The Little Language Model That Could
Using textual entailment and self-training, MIT CSAIL researchers were able to create language models that outperformed 500x larger models.
Large language models are advanced artificial intelligence systems designed to understand and generate human-like text. These models, such as OpenAI's GPT-4 and Google’s PaLM 2, have garnered immense attention and popularity due to their remarkable capabilities and potential applications. They can be employed for a wide range of tasks, including natural language understanding, text completion, translation, summarization, and even creative writing.
One of the main reasons why large language models have gained such popularity is their ability to process and generate text that is coherent, contextually relevant, and exhibits human-like fluency. These models are trained on massive amounts of data, often comprising billions of sentences from books, articles, websites, and other textual sources. This extensive training enables them to acquire a deep understanding of language patterns and semantic relationships, enabling them to provide intelligent responses and generate meaningful content.

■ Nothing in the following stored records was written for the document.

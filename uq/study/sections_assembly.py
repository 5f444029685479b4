"""Config sections that describe the assembly and its exposure: ``[hot_side]``,
``[[layer]]``, ``[cold_side]`` and ``[scenarios]``.

Each parser reads its raw TOML value and returns fields of
:class:`~plyrisk.study.definition.Study` (see :mod:`plyrisk.study.config`); uncertain values
become :class:`~plyrisk.study.definition.Parameter` entries.
"""

from __future__ import annotations

from collections.abc import Callable
from dataclasses import MISSING, fields
from typing import Any

import numpy as np

from plyrisk.models.stack import GAP_ORIENTATIONS, Gap, Solid
from plyrisk.study import values as cv
from plyrisk.study.definition import Parameter, Scenarios
from plyrisk.study.units import QUANTITIES, TEMPERATURE
from plyrisk.study.values import Context, join, show, suggest

LAYER_KINDS = {"solid": Solid, "gap": Gap}
RESERVED_NAMES = ("hot_side", "cold_side", "exposure", "wearer")
TRANSIENT_LAYER_KEYS = ("density", "specific_heat", "specific_heat_slope",
                        "radiant_transmissivity")
"""``[[layer]]`` keys used by transient studies only (refused in a steady study)."""

Parser = Callable[[Context, Any, dict], dict]
"""A section parser: ``parse(ctx, raw, parsed) -> dict`` of Study fields."""


# ----------------------------------------------------------------------------------------------
# [hot_side], [[layer]], [cold_side]
# ----------------------------------------------------------------------------------------------


def _model_fields(cls: type) -> tuple[list[str], list[str]]:
    """Numeric config keys of a model dataclass, and those that are required."""
    names, required = [], []
    for f in fields(cls):
        if f.name in ("name", "orientation"):
            continue
        names.append(f.name)
        if f.default is MISSING and f.default_factory is MISSING:
            required.append(f.name)
    return names, required


def _numeric(
    ctx: Context, t: dict, path: str, group: str, target: tuple, names: list[str]
) -> tuple[dict, list[Parameter]]:
    """The numeric keys ``names`` present in ``t`` → nominal keyword arguments, parameters.

    For a layer (``target[0] == "layer"``) the key ``emissivity`` sets both faces.
    """
    both = target[0] == "layer"
    kwargs: dict[str, Any] = {}
    params: list[Parameter] = []
    for key in names:
        if key not in t:
            continue
        kpath = join(path, key)
        q = cv.quantity(ctx, t[key], kpath, QUANTITIES[key])
        shorthand = both and key == "emissivity"
        for f in ("emissivity_hot", "emissivity_cold") if shorthand else (key,):
            kwargs[f] = q.nominal
        if q.distribution is not None:
            params.append(
                Parameter(f"{group}.{key}", group, (*target, key), q.distribution, q.unit, kpath)
            )
    return kwargs, params


def side_parser(side: str, kinds: dict[str, type]) -> Parser:
    def parse(ctx: Context, raw: Any, parsed: dict) -> dict:
        if parsed.get("_transient"):
            if raw is not None:
                instead = "[exposure]" if side == "hot_side" else "[wearer]"
                raise ctx.error(side, f"[{side}] belongs to a steady study; a transient study "
                                f"(one with [exposure]) describes this side in {instead}; "
                                "remove it")
            return {side: None}
        kinds_text = " | ".join(repr(k) for k in kinds)
        if raw is None:
            raise ctx.error(side, f"missing section [{side}]; add one with kind = {kinds_text}")
        t = cv.table(ctx, raw, side, f"[{side}]")
        if "kind" not in t:
            raise ctx.error(side, f"missing key 'kind' ({kinds_text})")
        cls = kinds[cv.choice(ctx, t["kind"], f"{side}.kind", kinds, f"{side} kind")]
        names, required = _model_fields(cls)
        cv.check_keys(ctx, t, side, ["kind", *names], required=required)
        kwargs, params = _numeric(ctx, t, side, side, (side,), names)
        return {side: cls(**kwargs), "parameters": params}

    return parse


def parse_layers(ctx: Context, raw: Any, parsed: dict) -> dict:
    if raw is None:
        raise ctx.error("layer", "missing [[layer]] tables; the stack needs at least one layer")
    if not isinstance(raw, list) or not raw:
        raise ctx.error("layer", "expected [[layer]] tables (an array of tables, one per "
                        f"layer, hot side first), got {show(raw)}")
    layers: list[Solid | Gap] = []
    params: list[Parameter] = []
    ratings: list[float | None] = []
    seen: dict[str, int] = {}
    for i, item in enumerate(raw):
        path = join("layer", i)
        t = cv.table(ctx, item, path, "[[layer]]")
        for key in ("name", "kind"):
            if key not in t:
                raise ctx.error(path, f"missing key {key!r}")
        name = cv.string(ctx, t["name"], f"{path}.name")
        if "." in name or "|" in name or name in RESERVED_NAMES:
            raise ctx.error(f"{path}.name", f"{name!r} is not allowed: names may not contain "
                            f"'.' or '|' nor be {' or '.join(RESERVED_NAMES)}")
        if name in seen:
            raise ctx.error(f"{path}.name", f"duplicate layer name {name!r} (also layer"
                            f"[{seen[name]}]); names must be unique")
        seen[name] = i
        cls = LAYER_KINDS[cv.choice(ctx, t["kind"], f"{path}.kind", LAYER_KINDS, "layer kind")]
        names, required = _model_fields(cls)
        extra = ["orientation"] if cls is Gap else ["max_temperature"]
        if cls is Solid:
            names.append("emissivity")
            if "emissivity" in t and ("emissivity_hot" in t or "emissivity_cold" in t):
                raise ctx.error(f"{path}.emissivity", "sets both faces; give either emissivity "
                                "or emissivity_hot/emissivity_cold, not both")
        cv.check_keys(ctx, t, path, ["name", "kind", *extra, *names], required=required)
        if not parsed.get("_transient"):
            for key in TRANSIENT_LAYER_KEYS:
                if key in t:
                    raise ctx.error(join(path, key), "used only by transient studies (with an "
                                    "[exposure] section); remove it from this steady study")
        kwargs, ps = _numeric(ctx, t, path, name, ("layer", i), names)
        if "orientation" in t:
            kwargs["orientation"] = cv.choice(ctx, t["orientation"], f"{path}.orientation",
                                              GAP_ORIENTATIONS, "orientation")
        ratings.append(cv.fixed(ctx, t["max_temperature"], f"{path}.max_temperature",
                                TEMPERATURE).si if "max_temperature" in t else None)
        layers.append(cls(name=name, **kwargs))
        params.extend(ps)
    return {"layers": tuple(layers), "parameters": params, "max_temperatures": tuple(ratings)}


# ----------------------------------------------------------------------------------------------
# [scenarios]
# ----------------------------------------------------------------------------------------------


def parse_scenarios(ctx: Context, raw: Any, parsed: dict) -> dict:
    if raw is None:
        return {"scenarios": None}
    t = cv.table(ctx, raw, "scenarios", "[scenarios]")
    cv.check_keys(ctx, t, "scenarios", ("quantity", "values"), required=("quantity", "values"))
    if parsed.get("_transient"):
        from plyrisk.study.sections_transient import parse_transient_scenarios

        return {"scenarios": parse_transient_scenarios(ctx, t, parsed)}
    hot = parsed["hot_side"]
    names, _ = _model_fields(type(hot))
    quantity = t["quantity"]
    if not isinstance(quantity, str) or quantity not in names:
        raise ctx.error(
            "scenarios.quantity",
            f"{show(quantity)} is not a quantity of a hot side of kind {hot.kind!r}; "
            f"{suggest(str(quantity), names)}valid: {', '.join(names)}",
        )
    if any(p.target == ("hot_side", quantity) for p in parsed["parameters"]):
        raise ctx.error("scenarios.quantity", f"hot_side.{quantity} is uncertain; a swept "
                        "quantity must have a fixed value in [hot_side]")
    levels, si = scenario_levels(ctx, t["values"], quantity)
    return {"scenarios": Scenarios(quantity, si, tuple(p.text for p in levels), levels[0].unit)}


def scenario_levels(ctx: Context, values: Any, quantity: str) -> tuple[list[Any], np.ndarray]:
    """The swept levels of ``[scenarios] values``: parsed, in SI, none repeated."""
    if not isinstance(values, list) or not values:
        raise ctx.error("scenarios.values", f"expected a non-empty list of values, got "
                        f"{show(values)}")
    spec = QUANTITIES[quantity]
    levels = [cv.fixed(ctx, v, join("scenarios.values", i), spec) for i, v in enumerate(values)]
    si = np.array([p.si for p in levels])
    for i in range(1, len(si)):
        if np.any(si[:i] == si[i]):
            raise ctx.error(join("scenarios.values", i), f"duplicate level {levels[i].text}")
    return levels, si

However, there are notable drawbacks to large language models. The sheer computational resources and expenses required to train and operate them are immense. Training these models necessitates a powerful hardware infrastructure, including high-performance GPUs and extensive data storage capabilities. The training process itself can take weeks or even months and involves consuming vast amounts of electricity, which contributes to environmental concerns. These resource requirements pose significant limitations on who can afford to develop and use such models, often restricting their accessibility to organizations with substantial resources.
Of course smaller language models can be used, which drastically cuts down on the resources and expenses needed to train a model and run inferences. But this will hinder the model’s performance — after all, you get what you pay for, right? Maybe not. Recent work reported on by a team of researchers at MIT’s CSAIL may serve to turn this conventional wisdom on its head. Their research has shown that it is not the size of the model that counts, but how you train it.
To make a mighty yet (relatively) tiny model, the team relied on textual entailments to give their algorithm a boost in understanding natural language. Textual entailments are directional relationships between fragments of text, in which the truth of one fragment follows from another. For example, given a premise stating that “all men are mortal,” the hypothesis that “the man named Socrates is a mortal” would be entailed by the premise.
The concept of entailment was used to train an entailment model. Prompting this entailment model can determine if a particular piece of information is entailed, given some input text. That added context can provide a language model with the ability to adapt to novel tasks without needing to be shown additional training data.
The performance of the language model was further improved through a technique known as self-training, in which the model learns from its own predictions. This is done without requiring heavy supervision from humans, or a manually annotated dataset. Self-training can, however, generate incorrect labels, so an algorithm called Simple Pseudo-Label Editing (SimPLE) was developed that allows for manual intervention by humans during the first few rounds of training. By correcting early mistakes, the accuracy of the final model was much better.
The researcher’s methods resulted in a model that could outperform language models 500 times its size on certain language understanding tasks, like sentiment analysis, question answering, and news classification. Not only do these pint-sized models reduce costs and resource utilization, but they also can help to preserve privacy by executing them on-site. Relying on external organizations to provide access to a language model via an API makes it necessary to send potentially sensitive data over the Internet to off-site cloud resources.
The team still has a bit of work to do — it was noted, for example, that the self-training process did not perform as well with multi-class classification tasks as it did with binary classifications. But with a bit of refinement, this work could contribute to the democratization of language models, allowing many diverse groups to reap their benefits.